@ID56 I’ve been thinking about this again. I was wondering if then, using torch.nn.Functional
is the only way to implement hypernetworks. Is there a way to make it work using torch.nn.Parameter
? If I try to do so using your example:
import torch
from torch import nn, optim
import torch.nn.functional as F
import numpy as np
import tensorflow as tf
input_dim = 784
classes = 10
layer_shapes = [
[(64, input_dim), (64,)], # (w0, b0)
[(classes, 64), (classes,)] # (w1, b1)
]
num_weights_to_generate = (classes * 64 + classes) + (64 * input_dim + 64)
hypernetwork = nn.Sequential(
nn.Linear(input_dim, 16),
nn.ReLU(),
nn.Linear(16, num_weights_to_generate),
nn.Sigmoid()
)
loss_fn = nn.CrossEntropyLoss()
optimizer = optim.Adam(hypernetwork.parameters(), lr=1e-4)
class MainNet(torch.nn.Module):
def __init__(self):
super(MainNet, self).__init__()
self.linear1 = torch.nn.Linear(input_dim, 64)
self.relu = torch.nn.ReLU()
self.linear2 = torch.nn.Linear(64, classes)
def forward(self, x):
with torch.no_grad():
x = self.linear1(x)
x = self.relu(x)
x = self.linear2(x)
return x
def set_weights(self, params):
with torch.no_grad():
w0, b0 = params[0]
w1, b1 = params[1]
self.linear1.weight = torch.nn.Parameter(w0, requires_grad=False)
self.linear1.bias = torch.nn.Parameter(b0, requires_grad=False)
self.linear2.weight = torch.nn.Parameter(w1, requires_grad=False)
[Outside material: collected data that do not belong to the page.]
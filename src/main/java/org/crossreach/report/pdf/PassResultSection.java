package org.crossreach.report.pdf;

import java.util.List;
import org.crossreach.agreement.Spread;
import org.crossreach.discharge.PassDischarge;
import org.crossreach.report.Decimals;
import org.crossreach.report.Quantity;
import org.crossreach.report.chart.PassDots;

/** The discharge of the pass, its zones, and its place among the others. */
final class PassResultSection implements TransectSection {

  private static final double TALLEST = 104;

  @Override
  public List<Block> blocks(Subject subject, PassDischarge pass) {
    return List.of(
        new SideBySide(
            List.of(
                number(subject, pass),
                List.of(ZoneTable.of(subject, pass.zones())),
                List.of(
                    new Figure(
                        new PassDots(
                            subject.result(),
                            pass.pass().name(),
                            subject.units(),
                            subject.style().chart()),
                        subject.style().caption(),
                        TALLEST))),
            List.of(1.0, 1.45, 1.5),
            16));
  }

  private static List<Block> number(Subject subject, PassDischarge pass) {
    PageStyle style = subject.style();
    return List.of(
        new Text("P", style.caption(), "Discharge of this pass"),
        new Gap(2),
        new BigNumber(
            subject.discharge(pass.totalM3s()),
            Quantity.DISCHARGE.symbol(subject.units()),
            style.result(),
            style.unit()),
        new Gap(4),
        new Text("P", style.body(), standing(subject, pass)));
  }

  private static String standing(Subject subject, PassDischarge pass) {
    Spread spread = subject.result().summary().dischargeM3s();
    String unit = " " + Quantity.DISCHARGE.symbol(subject.units());
    if (spread.count() == 1 && pass.pass().used()) {
      return "The only used pass of the measurement.";
    }
    return new Decimals(1).signed(spread.deviationPct(pass.totalM3s()))
        + " % from "
        + subject.discharge(spread.mean())
        + unit
        + ", the mean of the "
        + spread.count()
        + (spread.count() == 1 ? " used pass." : " used passes.")
        + (pass.pass().used() ? "" : " This pass is not one of them.");
  }
}
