package org.crossreach.section;

import org.crossreach.motion.Track;
import org.crossreach.survey.Bank;

/**
 * Direction of the section line as a horizontal unit vector from the left to the right bank, as
 * seen looking downstream.
 *
 * <p>The downstream normal is the same vector turned by 90 degrees counter-clockwise seen from
 * above: a line that runs east has its downstream normal to the north.
 *
 * @param east eastward part of the unit vector from left to right
 * @param north northward part of the unit vector from left to right
 */
public record Line(double east, double north) {

  /**
   * The straight line from the start of a track to its end.
   *
   * @param track a track with {@link Track#madeGoodM()} above 0
   * @param startBank bank from which the boat started
   */
  public static Line along(Track track, Bank startBank) {
    double sign = startBank == Bank.LEFT ? 1 : -1;
    int last = track.size() - 1;
    return ofVector(sign * track.eastM(last), sign * track.northM(last));
  }

  /**
   * The line in the direction of a horizontal vector of any length above 0.
   *
   * @throws IllegalArgumentException when the vector has no direction
   */
  public static Line ofVector(double east, double north) {
    double length = Math.hypot(east, north);
    if (!(length > 0)) {
      throw new IllegalArgumentException(
          "the vector (" + east + ", " + north + ") has no direction");
    }
    return new Line(east / length, north / length);
  }

  /**
   * The line at an azimuth clockwise from north (deg), taken the way round that is nearer to this
   * line.
   */
  public Line turnedTo(double azimuthDeg) {
    Line given =
        new Line(Math.sin(Math.toRadians(azimuthDeg)), Math.cos(Math.toRadians(azimuthDeg)));
    boolean same = along(given.east, given.north) >= 0;
    return same ? given : new Line(-given.east, -given.north);
  }

  /** Azimuth from left to right, clockwise from true north (deg, 0 to 360). */
  public double azimuthDeg() {
    return azimuthDeg(east, north);
  }

  /** Azimuth of a horizontal vector, clockwise from north (deg, 0 to 360). */
  public static double azimuthDeg(double east, double north) {
    double azimuth = Math.toDegrees(Math.atan2(east, north));
    return azimuth < 0 ? azimuth + 360 : azimuth;
  }

  /** Component of a vector along the line, positive from left to right, in the vector's unit. */
  public double along(double vectorEast, double vectorNorth) {
    return vectorEast * east + vectorNorth * north;
  }

  /** Component of a vector normal to the line, positive downstream, in the vector's unit. */
  public double normal(double vectorEast, double vectorNorth) {
    return vectorNorth * east - vectorEast * north;
  }
}
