package org.crossreach.report.pdf;

import java.io.IOException;
import java.util.ArrayList;
import java.util.List;

/**
 * Facts as small labels with their values, in columns of about equal height that are read
 * downwards.
 */
final class Facts implements Block {

  private static final double GAP = 12;
  private static final double AFTER_LABEL = 4;

  private final Ink label;
  private final Ink value;
  private final int columns;
  private final boolean inLine;
  private final List<Fact> facts = new ArrayList<>();

  private record Fact(String label, String value) {}

  private Facts(Ink label, Ink value, int columns, boolean inLine) {
    this.label = label;
    this.value = value;
    this.columns = columns;
    this.inLine = inLine;
  }

  /** Facts whose values stand under their labels. */
  static Facts under(Ink label, Ink value, int columns) {
    return new Facts(label, value, columns, false);
  }

  /** Facts whose values stand behind their labels. */
  static Facts inLine(Ink label, Ink value, int columns) {
    return new Facts(label, value, columns, true);
  }

  /** Adds a fact; one that was not recorded is left out. */
  Facts add(String name, String text) {
    if (!text.isBlank()) {
      facts.add(new Fact(name, text));
    }
    return this;
  }

  private double columnWidth(double width) {
    return (width - GAP * (columns - 1)) / columns;
  }

  private double factHeight(Fact fact, double width) {
    double column = columnWidth(width);
    if (inLine) {
      double room = column - label.width(label.shown(fact.label)) - AFTER_LABEL;
      return Text.lines(value, fact.value, room).size() * value.leading() + 0.5;
    }
    return label.leading() + Text.lines(value, fact.value, column).size() * value.leading() + 3.5;
  }

  /** The facts of each column: a column ends where the next fact would make it the tallest. */
  private List<List<Fact>> laidOut(double width) {
    double least = 0;
    double most = 0;
    for (Fact fact : facts) {
      double high = factHeight(fact, width);
      least = Math.max(least, high);
      most += high;
    }
    // The smallest height at which everything finds its place, to half a point.
    while (most - least > 0.5) {
      double middle = 0.5 * (least + most);
      if (filled(width, middle).size() > columns) {
        least = middle;
      } else {
        most = middle;
      }
    }
    return filled(width, most);
  }

  private List<List<Fact>> filled(double width, double limit) {
    List<List<Fact>> filled = new ArrayList<>();
    double high = 0;
    for (Fact fact : facts) {
      double more = factHeight(fact, width);
      if (filled.isEmpty() || high + more > limit) {
        filled.add(new ArrayList<>());
        high = 0;
      }
      filled.get(filled.size() - 1).add(fact);
      high += more;
    }
    return filled;
  }

  @Override
  public double height(double width) {
    double highest = 0;
    for (List<Fact> column : laidOut(width)) {
      double high = 0;
      for (Fact fact : column) {
        high += factHeight(fact, width);
      }
      highest = Math.max(highest, high);
    }
    return highest;
  }

  @Override
  public void draw(Sheet sheet, Structure.Element parent, double x, double y, double width)
      throws IOException {
    double left = x;
    for (List<Fact> column : laidOut(width)) {
      double top = y;
      for (Fact fact : column) {
        draw(sheet, parent.add("P"), fact, left, top, columnWidth(width));
        top += factHeight(fact, width);
      }
      left += columnWidth(width) + GAP;
    }
  }

  private void draw(
      Sheet sheet, Structure.Element element, Fact fact, double x, double y, double width)
      throws IOException {
    double right = inLine ? label.width(label.shown(fact.label)) + AFTER_LABEL : 0;
    double down = inLine ? 0 : label.leading();
    // In a line both stand on one base line.
    double lower = inLine ? value.ascent() - label.ascent() : 0;
    Text.paragraph(label, fact.label)
        .write(sheet, element.add("Span"), "Span", x, y + lower, width);
    Text.paragraph(value, fact.value)
        .write(sheet, element.add("Span"), "Span", x + right, y + down, width - right);
  }
}
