package org.crossreach.report.pdf;

import java.io.IOException;
import java.util.List;

/**
 * Blocks under each other.
 *
 * @param blocks the blocks, from the top
 */
record Stack(List<Block> blocks) implements Block {

  Stack {
    blocks = List.copyOf(blocks);
  }

  @Override
  public double height(double width) {
    double high = 0;
    for (Block block : blocks) {
      high += block.height(width);
    }
    return high;
  }

  @Override
  public void draw(Sheet sheet, Structure.Element parent, double x, double y, double width)
      throws IOException {
    double top = y;
    for (Block block : blocks) {
      block.draw(sheet, parent, x, top, width);
      top += block.height(width);
    }
  }

  @Override
  public List<Block> parts() {
    return blocks;
  }
}
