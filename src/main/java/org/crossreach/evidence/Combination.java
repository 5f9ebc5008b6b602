package org.crossreach.evidence;

import java.util.ArrayList;
import java.util.List;
import org.crossreach.settings.BottomLaw;
import org.crossreach.settings.Exponent;
import org.crossreach.settings.ExponentRule;
import org.crossreach.settings.Settings;
import org.crossreach.settings.TopLaw;

/**
 * One way to estimate the unmeasured water.
 *
 * @param top law near the surface
 * @param bottom law near the bed
 * @param rule where the exponent comes from
 */
public record Combination(TopLaw top, BottomLaw bottom, ExponentRule rule) {

  /** Every combination of the registered laws and rules, in a fixed order. */
  public static List<Combination> all() {
    List<Combination> all = new ArrayList<>();
    for (TopLaw top : TopLaw.values()) {
      for (BottomLaw bottom : BottomLaw.values()) {
        for (ExponentRule rule : ExponentRule.values()) {
          all.add(new Combination(top, bottom, rule));
        }
      }
    }
    return List.copyOf(all);
  }

  /** The combination that settings have chosen. */
  public static Combination of(Settings settings) {
    return new Combination(settings.top(), settings.bottom(), settings.exponent().rule());
  }

  /** The settings with this combination in place of their own; the fixed value stays. */
  public Settings in(Settings settings) {
    return settings
        .withTop(top)
        .withBottom(bottom)
        .withExponent(new Exponent(rule, settings.exponent().value()));
  }

  /** The law and rule near the surface. */
  Candidate atTop() {
    return Candidate.of(top, rule);
  }

  /** The law and rule near the bed. */
  Candidate atBottom() {
    return Candidate.of(bottom, rule);
  }

  /** How many of the three choices differ. */
  int changesFrom(Combination other) {
    return (top == other.top ? 0 : 1)
        + (bottom == other.bottom ? 0 : 1)
        + (rule == other.rule ? 0 : 1);
  }

  /** For people, for example {@code top power, bottom no-slip, exponent fixed}. */
  public String text() {
    return "top " + top.key() + ", bottom " + bottom.key() + ", exponent " + rule.key();
  }
}
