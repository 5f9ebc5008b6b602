package org.crossreach.report.pdf;

import java.util.ArrayList;
import java.util.List;
import java.util.Locale;
import org.crossreach.discharge.PassDischarge;
import org.crossreach.survey.Note;

/** What is to be said: the program's notes and the party's remarks. */
final class NotesSection implements TransectSection, MeasurementSection {

  @Override
  public List<Block> blocks(Subject subject, PassDischarge pass) {
    List<Note> notes = new ArrayList<>(pass.pass().notes());
    notes.addAll(pass.notes());
    return blocks(subject, notes, pass.pass().note());
  }

  @Override
  public List<Block> blocks(Subject subject) {
    return blocks(subject, subject.result().summary().notes(), subject.measurement().remarks());
  }

  private static List<Block> blocks(Subject subject, List<Note> notes, String remark) {
    PageStyle style = subject.style();
    List<Block> blocks = new ArrayList<>();
    blocks.add(style.section("Notes"));
    if (!remark.isBlank()) {
      blocks.add(Text.paragraph(style.remark(), "Remark of the party: " + remark));
      blocks.add(new Gap(2));
    }
    if (notes.isEmpty()) {
      blocks.add(Text.paragraph(style.body(), "The program has nothing to note."));
      return blocks;
    }
    Table table =
        new Table(
            style.tables(),
            List.of(
                Table.Heading.words("Level"),
                Table.Heading.words("About"),
                Table.Heading.prose("Note")));
    for (Note note : notes) {
      table.row(level(note.level()), note.code().replace('-', ' '), note.text());
    }
    blocks.add(table);
    return blocks;
  }

  /** Faults stand out by a sign, not by colour. */
  private static String level(Note.Level level) {
    String word = level.name().toLowerCase(Locale.ROOT);
    return switch (level) {
      case NOTE -> word;
      case CAUTION -> "! " + word;
      case FAULT -> "!! " + word;
    };
  }
}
self.linear2.bias = torch.nn.Parameter(b1, requires_grad=False)
main_network = MainNet()
def train_step(x, y):
optimizer.zero_grad()
weights_pred = hypernetwork(x)
idx, params = 0, []
for layer in layer_shapes:
layer_params = []
for shape in layer:
offset = np.prod(shape)
layer_params.append(weights_pred[:, idx: idx + offset].reshape(shape))
idx += offset
params.append(layer_params)
main_network.set_weights(params)
preds = main_network(x)
loss = loss_fn(preds, y)
loss.backward(retain_graph=True)
optimizer.step()
return loss.item()
(x_train, y_train), _ = tf.keras.datasets.mnist.load_data()
dataset = tf.data.Dataset.from_tensor_slices(
(x_train.reshape(60000, 784).astype("float32") / 255, y_train)
)
dataset = dataset.shuffle(buffer_size=1024).batch(1)
losses = []
torchify = lambda a: torch.from_numpy(a.numpy())
for step, (x, y) in enumerate(dataset):
x, y = torchify(x).float(), torchify(y).long()
loss = train_step(x, y)
losses.append(loss)
if step % 1 == 0: print("Step:", step, "Loss:", sum(losses) / len(losses))
if step >= 1000: break
If I remove all the torch.no_grad()
and set requires_grad = True
, it works. But I’m worried that I’m doing something wrong, because the gradients for MainNetwork are also being computed. Even though I think this is not a problem since those new weights that backprop computes are never used since they are overwrite by Hypernetwork. So, the only problem would be that it would take longer to optimize the Hypernetwork.